Stored data entries
============================================================
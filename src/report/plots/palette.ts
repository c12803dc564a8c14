/**
 * Okabe & Ito's colour-blind-safe palette ("Color Universal Design", 2008),
 * ordered so that the first five keep at least 3:1 contrast against a white
 * page (WCAG 2.1 §1.4.11, graphical objects); the fifth is the text colour
 * (black on paper, light on a dark screen). Each series also gets its own
 * marker shape, dash pattern or hatching so that series stay apart in
 * grey-scale print, where blue and vermilion come out almost the same grey.
 * On screen the colours are CSS custom properties (`--plot-<i>`, set in
 * templates/assets/style.css) with these values as the fallback.
 */
export const PALETTE = ["#0072B2", "#D55E00", "#009E73", "#CC79A7", "#000000", "#E69F00", "#56B4E9"];
/** As many shapes as colours, so no two of the first seven series share a marker. */
export const MARKERS = ["circle", "square", "triangle", "diamond", "cross", "triangle-down", "plus"] as const;
export const DASHES: Record<string, string> = { solid: "", dashed: "6 4", dotted: "2 3" };
/** Dash patterns given in turn to data lines that do not ask for a style. */
export const LINE_CYCLE = ["", "9 3", "2 3", "9 3 2 3"];
/** Hatching angles (degrees) given in turn to histogram series after the first; undefined = solid fill. */
export const HATCH_CYCLE = [undefined, 45, -45, 0] as const;

/** The colour of series i: a CSS variable for the screen, the palette value as fallback. */
export function seriesColour(i: number): { attr: string; style: string } {
  const k = i % PALETTE.length;
  return { attr: PALETTE[k], style: `color:var(--plot-${k},${PALETTE[k]})` };
}
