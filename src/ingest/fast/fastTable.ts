import fs from "node:fs";
import { createHash, type Hash } from "node:crypto";
import { DataError, formatCellProblems, MAX_REPORTED_PROBLEMS, type CellProblem } from "../../errors.ts";
import { readNumericCsv, type ColumnRequest, type NumericTable } from "../readCsv.ts";
import { plainHeader, type PlainHeader } from "./header.ts";
import type { RowChunk } from "./scanLines.ts";
import { scanFileRange } from "./scanRange.ts";

/**
 * `readNumericCsv` at parse speed: the same table (same doubles, same line of
 * every row, same digest) and the same messages, read by the byte scanner when
 * the file has the plain layout, and by the reference reader otherwise. Tests
 * hold the two readers to identical results on generated and fuzzed files.
 */
export async function readNumericTable(
  filePath: string,
  label: string,
  requests: ColumnRequest[],
  options: { onBytes?: (bytes: number, total: number) => void } = {},
): Promise<NumericTable> {
  const opened = openPlain(filePath, label, requests);
  if (opened === null) return readNumericCsv(filePath, label, requests);
  const { fd, size, header } = opened;
  try {
    const hash = createHash("sha256");
    hashPrefix(fd, header.dataStart, hash);
    const slots = header.layout.slotNames.length;
    const columns = Array.from({ length: slots }, () => new GrowingArray((n) => new Float64Array(n)));
    const lines = new GrowingArray((n) => new Uint32Array(n));
    let done = header.dataStart;
    const state = scanFileRange(
      fd,
      header.dataStart,
      size,
      header.layout,
      (chunk: RowChunk) => {
        for (let s = 0; s < slots; s++) columns[s].append(chunk.values[s]);
        lines.append(chunk.lines, header.headerLines);
      },
      {
        hash,
        onBytes: (n) => {
          done += n;
          options.onBytes?.(done, size);
        },
      },
    );
    if (state.structural !== null || state.rows === 0) return readNumericCsv(filePath, label, requests);
    throwRangeProblems(label, header.headerLines, [{ problems: state.problems, count: state.problemCount, lines: state.line }]);
    const table = new Map<string, Float64Array>();
    header.layout.slotNames.forEach((name, s) => table.set(name, columns[s].toArray()));
    return { sha256: hash.digest("hex"), rows: state.rows, columns: table, lineOfRow: lines.toArray(), headers: header.names };
  } finally {
    fs.closeSync(fd);
  }
}

/** An open file with a plain header, or null when the reference reader must take the file. */
export function openPlain(filePath: string, label: string, requests: ColumnRequest[]): { fd: number; size: number; header: PlainHeader } | null {
  let fd: number;
  let size: number;
  try {
    const stat = fs.statSync(filePath);
    if (!stat.isFile()) return null;
    size = stat.size;
    fd = fs.openSync(filePath, "r");
  } catch {
    return null;
  }
  try {
    const header = plainHeader(fd, size, label, requests);
    if (header !== null) return { fd, size, header };
  } catch {
    // Any trouble reading the head: the reference reader words it.
  }
  fs.closeSync(fd);
  return null;
}

/** Feed bytes [0, end) of a file into a hash. */
function hashPrefix(fd: number, end: number, hash: Hash): void {
  const buffer = Buffer.allocUnsafe(end);
  let read = 0;
  while (read < end) {
    const got = fs.readSync(fd, buffer, read, end - read, read);
    if (got === 0) break;
    read += got;
  }
  hash.update(buffer.subarray(0, read));
}

/** Problems found in one range of a file, their lines counted from the range's start. */
export interface RangeProblems {
  problems: CellProblem[];
  count: number;
  /** Lines in the range. */
  lines: number;
}

/**
 * Problems of consecutive ranges of a file (the data after `headerLines`
 * lines), in file order with absolute lines, thrown as the reference reader
 * words them; nothing when there are none.
 */
export function throwRangeProblems(label: string, headerLines: number, ranges: RangeProblems[]): void {
  const total = ranges.reduce((a, r) => a + r.count, 0);
  if (total === 0) return;
  const located: CellProblem[] = [];
  let offset = headerLines;
  for (const range of ranges) {
    for (const p of range.problems) located.push({ ...p, row: p.row + offset });
    offset += range.lines;
  }
  throw new DataError(formatCellProblems(label, located.slice(0, MAX_REPORTED_PROBLEMS), MAX_REPORTED_PROBLEMS, total));
}

/** A typed array that doubles its room as values are appended. */
class GrowingArray<A extends Float64Array | Uint32Array> {
  private data: A;
  private length = 0;
  constructor(private readonly make: (length: number) => A) {
    this.data = make(1 << 16);
  }
  /** Append `values`, each plus `add` (copied as they are when `add` is 0, so −0 stays −0). */
  append(values: ArrayLike<number>, add = 0): void {
    if (this.length + values.length > this.data.length) {
      const next = this.make(Math.max(this.data.length * 2, this.length + values.length));
      next.set(this.data.subarray(0, this.length));
      this.data = next;
    }
    if (add === 0) this.data.set(values, this.length);
    else for (let i = 0; i < values.length; i++) this.data[this.length + i] = values[i] + add;
    this.length += values.length;
  }
  toArray(): A {
    return this.data.slice(0, this.length) as A;
  }
}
============================================================
What you are asked to do →
Copy each record exactly, leaving nothing out.

Finished exercise →
filename src/report/plots/palette.ts
repository c12803dc564a8c14
/**
 * Okabe & Ito's colour-blind-safe palette ("Color Universal Design", 2008),
 * ordered so that the first five keep at least 3:1 contrast against a white
 * page (WCAG 2.1 §1.4.11, graphical objects); the fifth is the text colour
 * (black on paper, light on a dark screen). Each series also gets its own
 * marker shape, dash pattern or hatching so that series stay apart in
 * grey-scale print, where blue and vermilion come out almost the same grey.
 * On screen the colours are CSS custom properties (`--plot-<i>`, set in
 * templates/assets/style.css) with these values as the fallback.
 */
export const PALETTE = ["#0072B2", "#D55E00", "#009E73", "#CC79A7", "#000000", "#E69F00", "#56B4E9"];
/** As many shapes as colours, so no two of the first seven series share a marker. */
export const MARKERS = ["circle", "square", "triangle", "diamond", "cross", "triangle-down", "plus"] as const;
export const DASHES: Record<string, string> = { solid: "", dashed: "6 4", dotted: "2 3" };
/** Dash patterns given in turn to data lines that do not ask for a style. */
export const LINE_CYCLE = ["", "9 3", "2 3", "9 3 2 3"];
/** Hatching angles (degrees) given in turn to histogram series after the first; undefined = solid fill. */
export const HATCH_CYCLE = [undefined, 45, -45, 0] as const;

/** The colour of series i: a CSS variable for the screen, the palette value as fallback. */
export function seriesColour(i: number): { attr: string; style: string } {
  const k = i % PALETTE.length;
  return { attr: PALETTE[k], style: `color:var(--plot-${k},${PALETTE[k]})` };
}
filename src/ingest/fast/fastTable.ts
import fs from "node:fs";
import { createHash, type Hash } from "node:crypto";
import { DataError, formatCellProblems, MAX_REPORTED_PROBLEMS, type CellProblem } from "../../errors.ts";
import { readNumericCsv, type ColumnRequest, type NumericTable } from "../readCsv.ts";
import { plainHeader, type PlainHeader } from "./header.ts";
import type { RowChunk } from "./scanLines.ts";
import { scanFileRange } from "./scanRange.ts";

/**
 * `readNumericCsv` at parse speed: the same table (same doubles, same line of
 * every row, same digest) and the same messages, read by the byte scanner when
 * the file has the plain layout, and by the reference reader otherwise. Tests
 * hold the two readers to identical results on generated and fuzzed files.
 */
export async function readNumericTable(
  filePath: string,
  label: string,
  requests: ColumnRequest[],
  options: { onBytes?: (bytes: number, total: number) => void } = {},
): Promise<NumericTable> {
  const opened = openPlain(filePath, label, requests);
  if (opened === null) return readNumericCsv(filePath, label, requests);
  const { fd, size, header } = opened;
  try {
    const hash = createHash("sha256");
    hashPrefix(fd, header.dataStart, hash);
    const slots = header.layout.slotNames.length;
    const columns = Array.from({ length: slots }, () => new GrowingArray((n) => new Float64Array(n)));
    const lines = new GrowingArray((n) => new Uint32Array(n));
    let done = header.dataStart;
    const state = scanFileRange(
      fd,
      header.dataStart,
      size,
      header.layout,
      (chunk: RowChunk) => {
        for (let s = 0; s < slots; s++) columns[s].append(chunk.values[s]);
        lines.append(chunk.lines, header.headerLines);
      },
      {
        hash,
        onBytes: (n) => {
          done += n;
          options.onBytes?.(done, size);
        },
      },
    );
    if (state.structural !== null || state.rows === 0) return readNumericCsv(filePath, label, requests);
    throwRangeProblems(label, header.headerLines, [{ problems: state.problems, count: state.problemCount, lines: state.line }]);
    const table = new Map<string, Float64Array>();
    header.layout.slotNames.forEach((name, s) => table.set(name, columns[s].toArray()));
    return { sha256: hash.digest("hex"), rows: state.rows, columns: table, lineOfRow: lines.toArray(), headers: header.names };
  } finally {
    fs.closeSync(fd);
  }
}

/** An open file with a plain header, or null when the reference reader must take the file. */
export function openPlain(filePath: string, label: string, requests: ColumnRequest[]): { fd: number; size: number; header: PlainHeader } | null {
  let fd: number;
  let size: number;
  try {
    const stat = fs.statSync(filePath);
    if (!stat.isFile()) return null;
    size = stat.size;
    fd = fs.openSync(filePath, "r");
  } catch {
    return null;
  }
  try {
    const header = plainHeader(fd, size, label, requests);
    if (header !== null) return { fd, size, header };
  } catch {
    // Any trouble reading the head: the reference reader words it.
  }
  fs.closeSync(fd);
  return null;
}

/** Feed bytes [0, end) of a file into a hash. */
function hashPrefix(fd: number, end: number, hash: Hash): void {
  const buffer = Buffer.allocUnsafe(end);
  let read = 0;
  while (read < end) {
    const got = fs.readSync(fd, buffer, read, end - read, read);
    if (got === 0) break;
    read += got;
  }
  hash.update(buffer.subarray(0, read));
}

/** Problems found in one range of a file, their lines counted from the range's start. */
export interface RangeProblems {
  problems: CellProblem[];
  count: number;
  /** Lines in the range. */
  lines: number;
}

/**
 * Problems of consecutive ranges of a file (the data after `headerLines`
 * lines), in file order with absolute lines, thrown as the reference reader
 * words them; nothing when there are none.
 */
export function throwRangeProblems(label: string, headerLines: number, ranges: RangeProblems[]): void {
  const total = ranges.reduce((a, r) => a + r.count, 0);
  if (total === 0) return;
  const located: CellProblem[] = [];
  let offset = headerLines;
  for (const range of ranges) {
    for (const p of range.problems) located.push({ ...p, row: p.row + offset });
    offset += range.lines;
  }
  throw new DataError(formatCellProblems(label, located.slice(0, MAX_REPORTED_PROBLEMS), MAX_REPORTED_PROBLEMS, total));
}

/** A typed array that doubles its room as values are appended. */
class GrowingArray<A extends Float64Array | Uint32Array> {
  private data: A;
  private length = 0;
  constructor(private readonly make: (length: number) => A) {
    this.data = make(1 << 16);
  }
  /** Append `values`, each plus `add` (copied as they are when `add` is 0, so −0 stays −0). */
  append(values: ArrayLike<number>, add = 0): void {
    if (this.length + values.length > this.data.length) {
      const next = this.make(Math.max(this.data.length * 2, this.length + values.length));
      next.set(this.data.subarray(0, this.length));
      this.data = next;
    }
    if (add === 0) this.data.set(values, this.length);
    else for (let i = 0; i < values.length; i++) this.data[this.length + i] = values[i] + add;
    this.length += values.length;
  }
  toArray(): A {
    return this.data.slice(0, this.length) as A;
  }
}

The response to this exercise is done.